I do not remember from where in David's Book the selection started, or where it ended. However, the whole incident of nude Susanna being watched by two old men hidden among the trees in an orchard, having a bath, was there.

La Casta Susana - Juan Manuel Blanes... A synopsis of the narrative
As the story goes, a beautiful Hebrew wife named Susanna was falsely accused by two lustful voyeurs. After having sent her attendants away, as she bathes in her garden, two lewd elders secretly observe the lovely Susanna. As she was making her way back to her house, they accost her, threatening to claim that she was meeting a young man in the garden unless she agrees to have sex with them.
She refuses to be blackmailed and is arrested and about to be put to death for promiscuity when the young Daniel interrupts the proceedings, shouting that the elders should be questioned to prevent the death of an innocent. After being separated, the two men are cross-examined about details of what they saw but they disagree about the tree under which Susanna supposedly met her lover. The first says they were under a mastic tree, and Daniel says that an angel stands ready to cut him in two.
The second says they were under an evergreen oak tree, and Daniel says that an angel stands ready to saw him in two. The great difference in size between a mastic and an oak makes the elders' lie plain to all the observers. The false accusers are put to death, and virtue triumphs.
The silence in which I had started the reading persisted all throughout the whole reading.
And the celebration of the Holy Mass continued, in Maltese.

After the Mass
When Mass finished, and the priests who celebrated Mass returned to the sacristy, there started a discussion. The reading from Daniel's Book was the subject being talked about. Diverse opinions were exchanged. There was also someone who stated: 'This is the fruit of presenting the Bible readings in Maltese!'
As a matter of fact, the selection about Susanna's story was always read during Holy Mass celebrated on the Saturday after the Third Sunday, in Lent. But that was in Latin. The Church in Malta must have seen the text - now delivered in Maltese - to be a little bit shocking especially for those times, and decided to change it for the first Holy Mass in Maltese.
For the celebration in Ta' Pompej, the changed version did not arrive.
The afterwards
I could never have an idea of how the sisters reacted to the story. I could never learn if the lesson of justice for Susanna did dominate over the wicked immoral wishes of the old men. And I never ever heard someone who had been at Ta' Pompej on that evening - among them my parents - say anything about the story. As if voyeurism and sexual covetousness were common sins no one would talk about.
It was I who talked about Susanna's story the following day.
I expressed my wonder about how, on the first occasion of saying Mass in Maltese, especially at Ta' Pompej - where the Dominican sisters and neighbours like my parents were the congregation - the Church in Malta chose such a 'sexy' reading.
A substitution
'So you have read Susanna's story!' was the exclamation of a priest with whom I was talking, on the following Sunday morning.

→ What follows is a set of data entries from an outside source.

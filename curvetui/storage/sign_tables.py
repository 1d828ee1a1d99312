"""Sign-selection tables from TOML files (``[signs]`` plus ``[[rows]]``): the package's
(curvetui/data/signs) and the user's (the table folders, CURVETUI_TABLES), read safely
through :mod:`curvetui.storage.table_files`. Every value's source status is required, so a
table without provenance is refused."""

from __future__ import annotations

import os
from functools import cache
from importlib import resources
from pathlib import Path

import numpy as np

from curvetui.core.signs import LEVELS, PARTS, SignTable
from curvetui.storage.table_files import TableError, load_user_files, read_table_file
from curvetui.storage.tables import _need, _number

DEFAULT_SIGNS = "mutcd-2009-table-2c-5"


def _text(mapping: dict, key: str, where: str) -> str:
    value = _need(mapping, key, where, str)
    if not value.strip():
        raise TableError(f"{where}: '{key}' is empty")
    return value


def parse_sign_table(data: dict, path: str = "") -> SignTable:
    """A SignTable from a parsed TOML document; TableError naming the fault otherwise."""
    where = path or "sign table"
    head = _need(data, "signs", where, dict)
    units = _text(head, "units", f"{where} [signs]")
    if units not in ("us", "metric"):
        raise TableError(f"{where} [signs]: 'units' must be 'us' or 'metric', got {units!r}")
    w = f"{where} [signs]"
    adv = _need(head, "advisory", w, dict)
    wa = f"{where} [signs.advisory]"
    rounding = _text(adv, "rounding", wa)
    if rounding not in ("down", "nearest"):
        raise TableError(f"{wa}: 'rounding' must be 'down' or 'nearest', got {rounding!r}")
    bands = _need(adv, "friction", wa, list)
    if not bands:
        raise TableError(f"{wa}: no [[signs.advisory.friction]] bands")
    lower, fric, fsrc = [], [], []
    for i, band in enumerate(bands, 1):
        wb = f"{wa} friction band {i}"
        if not isinstance(band, dict):
            raise TableError(f"{wb}: must be a table")
        lower.append(_number(band, "speed_from", wb, 0.0, 300.0))
        fric.append(_number(band, "f", wb, 0.0, 1.0))
        fsrc.append(_text(band, "source", wb))
    if lower[0] != 0 or any(b <= a for a, b in zip(lower, lower[1:], strict=False)):
        raise TableError(f"{wa}: band speeds must start at 0 and rise")
    if any(b > a for a, b in zip(fric, fric[1:], strict=False)):
        raise TableError(f"{wa}: f must not rise with speed")
    rows_in = _need(data, "rows", where, list)
    if not rows_in:
        raise TableError(f"{where}: no [[rows]]")
    diffs, rows = [], []
    for i, r in enumerate(rows_in, 1):
        wr = f"{where} row {i}"
        if not isinstance(r, dict):
            raise TableError(f"{wr}: must be a table")
        diffs.append(_number(r, "difference", wr, 0.0, 300.0))
        row = {}
        for part in PARTS:
            level = _text(r, part, wr)
            if level not in LEVELS:
                raise TableError(f"{wr}: '{part}' must be one of {', '.join(LEVELS)}")
            row[part] = level
            row[f"{part}_source"] = _text(r, f"{part}_source", wr)
        rows.append(row)
    if any(b <= a for a, b in zip(diffs, diffs[1:], strict=False)):
        raise TableError(f"{where}: row differences must rise")
    series = _need(head, "series", w, dict)
    ws = f"{where} [signs.series]"
    return SignTable(
        name=_text(head, "name", w),
        title=_text(head, "title", w),
        edition=_text(head, "edition", w),
        applies_to=_text(head, "applies_to", w),
        units=units,
        turn_max_advisory=_number(head, "turn_max_advisory", w, 0.0, 300.0),
        turn_max_advisory_source=_text(head, "turn_max_advisory_source", w),
        reliable_deflection_min=_number(head, "reliable_deflection_min", w, 0.0, 90.0),
        reliable_deflection_min_source=_text(head, "reliable_deflection_min_source", w),
        consecutive_note=_text(head, "consecutive_note", w),
        method=_text(adv, "method", wa),
        method_source=_text(adv, "method_source", wa),
        step=_number(adv, "step", wa, 0.1, 50.0),
        step_source=_text(adv, "step_source", wa),
        metric_step=_number(adv, "metric_step", wa, 0.1, 50.0),
        metric_step_source=_text(adv, "metric_step_source", wa),
        rounding=rounding,
        rounding_source=_text(adv, "rounding_source", wa),
        friction_from=np.array(lower),
        friction=np.array(fric),
        friction_sources=tuple(fsrc),
        differences=np.array(diffs),
        rows=tuple(rows),
        series_tangent=_number(series, "tangent_less_than", ws, 1.0, 10_000.0),
        series_tangent_source=_text(series, "tangent_less_than_source", ws),
        reverse_turn=_text(series, "reverse_turn", ws),
        reverse_curve=_text(series, "reverse_curve", ws),
        winding_road=_text(series, "winding_road", ws),
        series_names_source=_text(series, "names_source", ws),
        series_rule_source=_text(series, "rule_source", ws),
        same_direction_note=_text(series, "same_direction_note", ws),
        path=path,
    )


@cache
def sign_tables() -> dict[str, SignTable]:
    """Every sign table: the package's, then the user's (a user file may replace one)."""
    tables: dict[str, SignTable] = {}
    folder = resources.files("curvetui") / "data" / "signs"
    for entry in sorted(folder.iterdir(), key=lambda e: e.name):
        if entry.name.endswith(".toml"):
            t = parse_sign_table(read_table_file(Path(str(entry))), str(entry))
            tables[t.name] = t
    for t in load_user_files("signs", "signs", parse_sign_table):
        tables[t.name] = t
    return tables


def sign_table(name: str | None = None) -> SignTable:
    """The sign table called ``name`` (or a path to a .toml file); without a name the one
    the CURVETUI_SIGNS environment variable names, else MUTCD 2009 Table 2C-5."""
    name = name or os.environ.get("CURVETUI_SIGNS") or None
    if name and (name.endswith(".toml") or os.sep in name):
        return parse_sign_table(read_table_file(Path(name)), name)
    tables = sign_tables()
    key = name or DEFAULT_SIGNS
    if key not in tables:
        known = ", ".join(sorted(tables))
        raise TableError(f"CURVETUI_SIGNS: unknown sign table {key!r}; known: {known}")
    return tables[key]
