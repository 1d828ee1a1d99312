"""``curvetui sheet FILE``: print a project's bend worksheets as PDF, plain text or Markdown."""

from __future__ import annotations

import sys

from curvetui.screen_text import clean


def add_parser(sub) -> None:
    p = sub.add_parser(
        "sheet",
        help="print the project's bend worksheets (PDF, text or Markdown)",
        description="A summary page, then one worksheet per bend: title block, inputs, the "
        "standard in use, the working line by line, messages and a plan sketch. A failing "
        "bend is printed as FAIL; the command still succeeds.",
    )
    p.add_argument("file", help="project file (.json)")
    p.add_argument(
        "--bend",
        action="append",
        metavar="ID",
        help="print only this bend (repeat for more); default: every bend",
    )
    p.add_argument(
        "-o",
        "--output",
        help="file to write; '-' for standard output (default: PROJECT.sheets.pdf beside the "
        "project for pdf, standard output for text and md)",
    )
    p.add_argument("--paper", choices=("a4", "letter"), default="a4")
    p.add_argument("--format", choices=("pdf", "text", "md"), default=None)
    p.set_defaults(run=_run_sheet)


def _run_sheet(args) -> int:
    from curvetui.reports.sheet import RENDERERS, atomic_write_bytes, sheets_path
    from curvetui.storage.files import atomic_write_text

    fmt = args.format
    if fmt is None:  # from the output's name, else PDF
        out = (args.output or "").lower()
        fmt = "md" if out.endswith(".md") else ("text" if out.endswith(".txt") else "pdf")
    result = RENDERERS[fmt](args.file, args.bend, args.paper)
    target = args.output
    if target is None and fmt == "pdf":
        target = str(sheets_path(args.file))
    if target in (None, "-"):
        if isinstance(result, bytes):
            sys.stdout.buffer.write(result)
            sys.stdout.buffer.flush()
        else:
            sys.stdout.write(result)
        return 0
    if isinstance(result, bytes):
        atomic_write_bytes(target, result)
    else:
        atomic_write_text(target, result)
    sys.stderr.write(clean(f"Worksheets written: {target}") + "\n")
    return 0
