"""``curvetui landxml import FILE.xml -o PROJECT.json --speed V`` and
``curvetui landxml export PROJECT.json -o FILE.xml``: horizontal alignments in LandXML 1.2."""

from __future__ import annotations

import math
import os
from pathlib import Path

from curvetui.cli.common import console, print_caution
from curvetui.inputs import InputError
from curvetui.screen_text import clean


def add_parser(sub) -> None:
    p = sub.add_parser(
        "landxml",
        help="import or export a horizontal alignment as LandXML 1.2",
        description="Exchange horizontal alignments (lines, circular curves and clothoid "
        "spirals) with other software through LandXML 1.2 files. Local road or rail "
        "authority standards govern; a qualified engineer must check every result.",
    )
    kinds = p.add_subparsers(dest="landxml_command", parser_class=type(p))
    imp = kinds.add_parser(
        "import",
        help="make a new project from an alignment in a LandXML file",
        description="Read one alignment of a LandXML 1.2 file (Line, Curve and clothoid "
        "Spiral elements) and start a new project from it: its units, a road bend at each "
        "PI (radius, spirals, deflection, PI station) and the alignment's points. The "
        "project file is created, never overwritten; the LandXML file is only read. "
        "DOCTYPEs, entities and external references are refused.",
    )
    imp.add_argument("file", help="the LandXML file to read (FILE.xml)")
    imp.add_argument("-o", "--output", required=True, help="the project file to create (.json)")
    imp.add_argument(
        "--speed",
        required=True,
        type=float,
        help="design speed of every bend, in the file's units (km/h for metric files, mph "
        "for feet); LandXML alignments carry none",
    )
    imp.add_argument("--alignment", help="the alignment's name when the file holds several")
    imp.add_argument("--name", help="project name (default: the file's Project name)")
    imp.set_defaults(run=_run_import)
    exp = kinds.add_parser(
        "export",
        help="write a project's alignment as a LandXML file",
        description="Write the project's alignment (its points and each bend's radius and "
        "spirals) as LandXML 1.2 Line, Spiral (clothoid) and Curve elements, in the "
        "project's units. An existing file is replaced only with --overwrite (the old one "
        "kept as FILE.bak); the project file is never written.",
    )
    exp.add_argument("project", help="the project file (.json) holding an alignment")
    exp.add_argument("-o", "--output", required=True, help="the LandXML file to write (.xml)")
    exp.add_argument(
        "--overwrite", action="store_true", help="replace an existing file (keeps FILE.bak)"
    )
    exp.set_defaults(run=_run_export)
    p.set_defaults(run=lambda args: _no_command(p))


def _bends(n: int) -> str:
    return f"{n} bend" if n == 1 else f"{n} bends"


def _no_command(parser) -> int:
    parser.print_help()
    return 2


def _geometry_errors() -> tuple[type[Exception], ...]:
    from curvetui.core.alignment import AlignmentError
    from curvetui.core.circular import GeometryError
    from curvetui.core.plan_elements import ElementError

    return (AlignmentError, GeometryError, ElementError)


def _run_import(args) -> int:
    from curvetui.storage.landxml.project_glue import project_from_alignment
    from curvetui.storage.landxml.reader import read_landxml
    from curvetui.storage.project.files import save_project

    out_path = Path(args.output)
    if out_path.suffix.lower() != ".json":
        raise InputError(f"-o {out_path}: a project file's name must end in .json")
    if os.path.lexists(out_path):
        raise InputError(f"-o {out_path}: already exists; choose another name (never replaced)")
    if not (math.isfinite(args.speed) and args.speed > 0):
        raise InputError(f"--speed: must be a positive number, got {args.speed:g}")
    try:
        imported = read_landxml(args.file, args.alignment)
        project = project_from_alignment(imported, args.speed, args.name)
    except (*_geometry_errors(), InputError) as exc:
        raise InputError(f"{args.file}: {exc}") from None
    # refused before anything is written when a bend or the alignment would not load back
    save_project(project, out_path, exclusive=True)
    data = project.to_json()
    out = console()
    chain, units = imported.chain, data["details"]["units"]
    unit = "m" if units == "metric" else "ft"
    out.print(
        clean(
            f"Created {out_path} ({units} units) from alignment {chain.name!r} in {args.file}: "
            f"{_bends(len(chain.radii))}, start station "
            f"{data['alignment']['start_station']:.3f} {unit}."
        ),
        markup=False,
    )
    for bend in data["bends"]:
        i = bend["inputs"]
        spirals = (
            f", spirals {i.get('spiral_in', 0):g} / {i.get('spiral_out', i.get('spiral_in', 0)):g}"
            f" {unit}"
            if "spiral_in" in i
            else ""
        )
        out.print(
            clean(
                f"  {bend['id']}: R {i['radius']:g} {unit}, deflection "
                f"{i['deflection']:.6f} deg, PI station {i['pi_station']:.3f} {unit}{spirals}; "
                f"{bend['notes'].split(';')[0]}"
            ),
            markup=False,
        )
    for note in imported.notes:
        out.print(clean(f"  note: {note}"), markup=False)
    out.print(
        clean(f"  every bend's speed is {args.speed:g}; check each bend in the project"),
        markup=False,
    )
    print_caution(out)
    return 0


def _run_export(args) -> int:
    from curvetui.storage.files import atomic_write_text
    from curvetui.storage.landxml.project_glue import laid_out_chain
    from curvetui.storage.landxml.writer import landxml_text
    from curvetui.storage.project.files import load_project

    out_path = Path(args.output)
    if out_path.suffix.lower() != ".xml":
        raise InputError(f"-o {out_path}: a LandXML file's name must end in .xml")
    project = Path(args.project)
    if os.path.lexists(out_path):
        try:
            same = os.path.samefile(out_path, project)
        except OSError:
            same = False
        if same:
            raise InputError(f"-o {out_path}: is the project file itself; choose another name")
        if not args.overwrite:
            raise InputError(
                f"-o {out_path}: already exists; choose another name or give --overwrite "
                "(the old file is kept as .bak)"
            )
    loaded, _ = load_project(project)
    chain, built = laid_out_chain(loaded)
    data = loaded.to_json()
    units = data["details"]["units"]
    try:
        text = landxml_text(chain, units, str(data["details"].get("name", "")))
    except _geometry_errors() as exc:
        raise InputError(f"{project}: the alignment cannot be written: {exc}") from None
    atomic_write_text(out_path, text, backup=True, exclusive=not args.overwrite)
    out = console()
    counts = {tag: text.count(f"<{tag} ") for tag in ("Line", "Spiral", "Curve")}
    out.print(
        clean(
            f"Wrote {out_path}: alignment {chain.name!r}, {_bends(len(chain.radii))} as "
            f"{counts['Line']} Line, {counts['Spiral']} Spiral (clothoid) and "
            f"{counts['Curve']} Curve elements, {units} units, LandXML 1.2."
        ),
        markup=False,
    )
    for _, _, warning in built.warnings:  # overlaps; the engine's text, in metres
        out.print(clean(f"  alignment check (SI units): {warning}"), markup=False)
    out.print(
        clean(f"  the checks between bends: curvetui check --project {project}"), markup=False
    )
    print_caution(out)
    return 0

'Yes. I did. It was the reading printed on the leaflet prepared for the celebration of Holy Mass in Maltese by the Church authorities in Malta,' was my sincere observation.
'That reading was substituted,' was the priest's remark, which he expressed with a smile on his face, and moving his head sideways. 'A new reading was sent to replace it.'
I doubt if there was another church in Malta or Gozo, where the reading from Daniel's Book - which dealt with chaste Susanna's story - took place, on Saturday 28 November 1964. The congregation gathered at Ta' Pompej must have been the only one who experienced the lesson of 'justice' for Susanna, who had been accused of 'laying' with a young man, by two elderly lecherous voyeurs because she declined to their sexual desires - in Maltese!